I rarely miss a meeting of my home lodge and I frequently attend other lodges as well.  In October, the incoming Grand Master of Ky has appointed me to the office of DDGM of District 29. It will then become my honor and duty to visit the district's 14 lodges at least twice plus other duties. I thank God for the opportunity to serve my Craft.


----------



## JTM (Sep 9, 2010)

usually once a week.


----------



## Joey (Sep 9, 2010)

I try to always attend the Blue Lodge stated & called meetings.


----------



## david918 (Sep 9, 2010)

I attend both my Texas lodges every month for their stated meetings and also any called meetings we might have.Usually attend or help in a degree somewhere in the district every month as well as make our practices every week in both lodges.My Minnesota lodge I have attended once and hope to get up there every year for their BBQ cook off on the frozen lake and to attend Anoka#30.


----------



## MGM357 (Sep 9, 2010)

Whenever I can. I usually don't keep count. When I am there, I try to make the best of it.


----------



## tom268 (Sep 10, 2010)

We have ritual meetings every monday. Counting the holiday-mondays like Eastern, when no lodge is working and other circumstances that prohibits a meeting, we have 2-3 meetings a month. I try to attend all of them. Our lodge building is closed when no lodge is working.


----------



## rhitland (Sep 10, 2010)

usually twice a week give or take.


----------



## Curlon (Sep 10, 2010)

once a week for study night and once a month for stated meeting.


----------



## js4253 (Sep 11, 2010)

Three times a week.


----------



## gilv (Sep 15, 2010)

We meet twice a week I usually am there either learning the work (I am an EA) or helping out.


----------



## Bro. Stewart P.M. (Sep 15, 2010)

My home lodge (Thomas B. Hunter) meets every Tuesday & Thursday for floor school and associated degrees. We usually perform degrees and other special events on Thursdays. I usually attend twice a week as long as my work schedule allows because I work a lot of nights and early mornings. My sister lodge (Mountain Creek) meets once a month on Saturday morning. I usually end up missing most of these meetings because Saturday is concidered a normal work day of the week.

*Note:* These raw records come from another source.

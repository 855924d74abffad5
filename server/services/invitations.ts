import { and, eq, gt, isNull } from "drizzle-orm";
import type { Invitation, InvitationCreate, InvitationPreview } from "../../shared/schemas/studies";
import { newSecret, sha256 } from "../auth/secrets";
import type { Db, DbOrTx } from "../db/client";
import { invitations, memberships, studies, users } from "../db/schema";
import { HttpError, notFound } from "../http/errors";
import type { Mailer } from "../mail/mailer";
import { sendQuietly } from "../mail/mailer";
import { recordEvent } from "./audit";
import { notificationMode, unsubscribeUrl } from "./notifications";

export const INVITATION_DAYS = 14;

const toInvitation = (r: { id: string; email: string; role: Invitation["role"]; invitedBy: string | null; createdAt: Date; expiresAt: Date }): Invitation => ({
  id: r.id,
  email: r.email,
  role: r.role,
  invitedBy: r.invitedBy ?? "",
  createdAt: r.createdAt.toISOString(),
  expiresAt: r.expiresAt.toISOString(),
});

const open = () => and(isNull(invitations.acceptedAt), isNull(invitations.revokedAt), gt(invitations.expiresAt, new Date()));

export async function listInvitations(db: Db, studyId: string): Promise<Invitation[]> {
  const rows = await db
    .select({ id: invitations.id, email: invitations.email, role: invitations.role, invitedBy: users.name, createdAt: invitations.createdAt, expiresAt: invitations.expiresAt })
    .from(invitations)
    .leftJoin(users, eq(users.id, invitations.invitedBy))
    .where(and(eq(invitations.studyId, studyId), open()))
    .orderBy(invitations.createdAt);
  return rows.map(toInvitation);
}

export async function createInvitation(
  db: Db,
  deps: { mailer: Mailer; publicUrl: string; secret?: string },
  studyId: string,
  inviter: { id: string; name: string },
  input: InvitationCreate,
): Promise<Invitation> {
  const token = newSecret();
  const { invitation, studyName, recipient } = await db.transaction(async (tx) => {
    const [study] = await tx.select().from(studies).where(eq(studies.id, studyId));
    if (!study) throw notFound("No such Study.");
    const [already] = await tx
      .select({ id: users.id })
      .from(memberships)
      .innerJoin(users, eq(users.id, memberships.userId))
      .where(and(eq(memberships.studyId, studyId), eq(users.email, input.email)));
    if (already) throw new HttpError(409, `${input.email} is already a member of this Study.`, "conflict", [{ path: "email", message: "Already a member." }]);
    // A new invitation to the same address replaces the open one.
    await tx.update(invitations).set({ revokedAt: new Date() }).where(and(eq(invitations.studyId, studyId), eq(invitations.email, input.email), open()));
    const [row] = await tx
      .insert(invitations)
      .values({ studyId, email: input.email, role: input.role, tokenHash: sha256(token), invitedBy: inviter.id, expiresAt: new Date(Date.now() + INVITATION_DAYS * 86_400_000) })
      .returning();
    await recordEvent(tx, { studyId, actorId: inviter.id, action: "invitation.created", summary: `invited ${input.email} as ${input.role}`, details: { email: input.email, role: input.role } });
    // An invitation is not a notification: it is always sent at once, whatever the invitee's e-mail setting (the
    // link is a credential, so never in a digest). Someone with an account still getting notifications is told how to stop them.
    const [user] = await tx.select({ id: users.id }).from(users).where(eq(users.email, input.email));
    const mode = user ? await notificationMode(tx, user.id) : null;
    return { invitation: row!, studyName: study.name, recipient: user && mode !== "off" ? user.id : null };
  });
  await sendQuietly(deps.mailer, {
    to: input.email,
    subject: `${inviter.name} invited you to the Study “${studyName}” on Stagewright`,
    text: [
      `${inviter.name} invited you to join the Study “${studyName}” on Stagewright as ${input.role}.`,
      "",
      `Open this link to join (it works for ${INVITATION_DAYS} days, once):`,
      `${deps.publicUrl}/invitations/${token}`,
      "",
      "If you do not have an account yet, the link lets you create one with this e-mail address.",
      "If you did not expect this message, you can ignore it.",
      ...(recipient && deps.secret ? ["", "-- ", `Change how Stagewright e-mails you in Settings: ${deps.publicUrl}/settings`, `Stop notification e-mails (no sign-in needed): ${unsubscribeUrl({ publicUrl: deps.publicUrl, secret: deps.secret }, recipient)}`] : []),
    ].join("\n"),
  });
  return toInvitation({ ...invitation, invitedBy: inviter.name });
}

export async function revokeInvitation(db: Db, studyId: string, actorId: string, invitationId: string): Promise<void> {
  await db.transaction(async (tx) => {
    const [row] = await tx
      .update(invitations)
      .set({ revokedAt: new Date() })
      .where(and(eq(invitations.id, invitationId), eq(invitations.studyId, studyId), open()))
      .returning();
    if (!row) throw notFound("No open invitation with that id.");
    await recordEvent(tx, { studyId, actorId, action: "invitation.revoked", summary: `revoked the invitation of ${row.email}`, details: { email: row.email } });
  });
}

async function findOpenWhere(db: DbOrTx, where: ReturnType<typeof eq>) {
  const [row] = await db
    .select({ inv: invitations, studyName: studies.name, inviterName: users.name })
    .from(invitations)
    .innerJoin(studies, eq(studies.id, invitations.studyId))
    .leftJoin(users, eq(users.id, invitations.invitedBy))
    .where(and(where, open()));
  return row ?? null;
}

async function findOpen(db: DbOrTx, token: string) {
  const row = await findOpenWhere(db, eq(invitations.tokenHash, sha256(token)));
  if (!row) throw notFound("This invitation link is not valid: it may have expired, been used or been revoked. Ask the Study's owner for a new one.");
  return row;
}

/** The open invitation a link's token belongs to (id and address), or null. */
export async function openInvitationByToken(db: DbOrTx, token: string): Promise<{ id: string; email: string } | null> {
  const row = await findOpenWhere(db, eq(invitations.tokenHash, sha256(token)));
  return row ? { id: row.inv.id, email: row.inv.email } : null;
}

export async function previewInvitation(db: Db, token: string): Promise<InvitationPreview> {
  const row = await findOpen(db, token);
  const [existing] = await db.select({ id: users.id }).from(users).where(eq(users.email, row.inv.email));
  return { studyName: row.studyName, role: row.inv.role, email: row.inv.email, invitedBy: row.inviterName ?? "A Study owner", accountExists: !!existing };
}

/**
 * Joins the signed-in user to the invitation's Study. The link is the proof:
 * whoever holds it may accept with their own account (people often have two addresses).
 */
export async function acceptInvitation(tx: DbOrTx, token: string, user: { id: string; email: string }): Promise<{ studyId: string }> {
  return acceptOpen(tx, await findOpen(tx, token), user);
}

/** Accepts an invitation by id if it is still open (a sign-up finished from its e-mailed link); null when it is not. */
export async function acceptInvitationById(tx: DbOrTx, invitationId: string, user: { id: string; email: string }): Promise<{ studyId: string } | null> {
  const row = await findOpenWhere(tx, eq(invitations.id, invitationId));
  return row ? acceptOpen(tx, row, user) : null;
}

async function acceptOpen(tx: DbOrTx, row: NonNullable<Awaited<ReturnType<typeof findOpenWhere>>>, user: { id: string; email: string }): Promise<{ studyId: string }> {
  const claimed = await tx
    .update(invitations)
    .set({ acceptedAt: new Date() })
    .where(and(eq(invitations.id, row.inv.id), isNull(invitations.acceptedAt)))
    .returning({ id: invitations.id });
  if (claimed.length === 0) throw notFound("This invitation has just been used.");
  const inserted = await tx
    .insert(memberships)
    .values({ studyId: row.inv.studyId, userId: user.id, role: row.inv.role })
    .onConflictDoNothing()
    .returning();
  await recordEvent(tx, {
    studyId: row.inv.studyId,
    actorId: user.id,
    action: "invitation.accepted",
    summary: inserted.length > 0 ? `joined the Study as ${row.inv.role} (invited as ${row.inv.email})` : "opened an invitation but was already a member",
    details: { invitationId: row.inv.id, role: row.inv.role },
  });
  return { studyId: row.inv.studyId };
}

That being said, I am usually at lodge twice a week every week of the year.


----------



## Bro.BruceBenjamin (Sep 20, 2010)

monthly meetings, 2 other meetings per month.


----------



## MacFie (Sep 20, 2010)

Usually make it out every Tuesday for meetings.  Every now and then visit other nearby ones for degrees and the such


----------



## rarias (Sep 20, 2010)

I attend every meeting which is twice a month, but I try to visit other lodges 2 times a week.


----------



## PeterLT (Sep 20, 2010)

As WM sometimes I feel like I never left the Lodge... Between, meetings, practices, visits, phone calls and so on it's close to a full time job. One that I wouldn't miss for the world!

Peter


----------



## owls84 (Sep 21, 2010)

Not as much as I need but too much in my wife's eyes. I try to attend twice a week and that can go up to three times if an event is on the weekend. I have been trying to cut back some though due to my wife's school and trying to manage my 24 inch gauge a little better.


----------



## KirkMcPherson (Sep 22, 2010)

Regular monthly stated, plus and degrees I can fit in my schedule.  I haven't devoted myself as much as i should since making it thru my degrees.


----------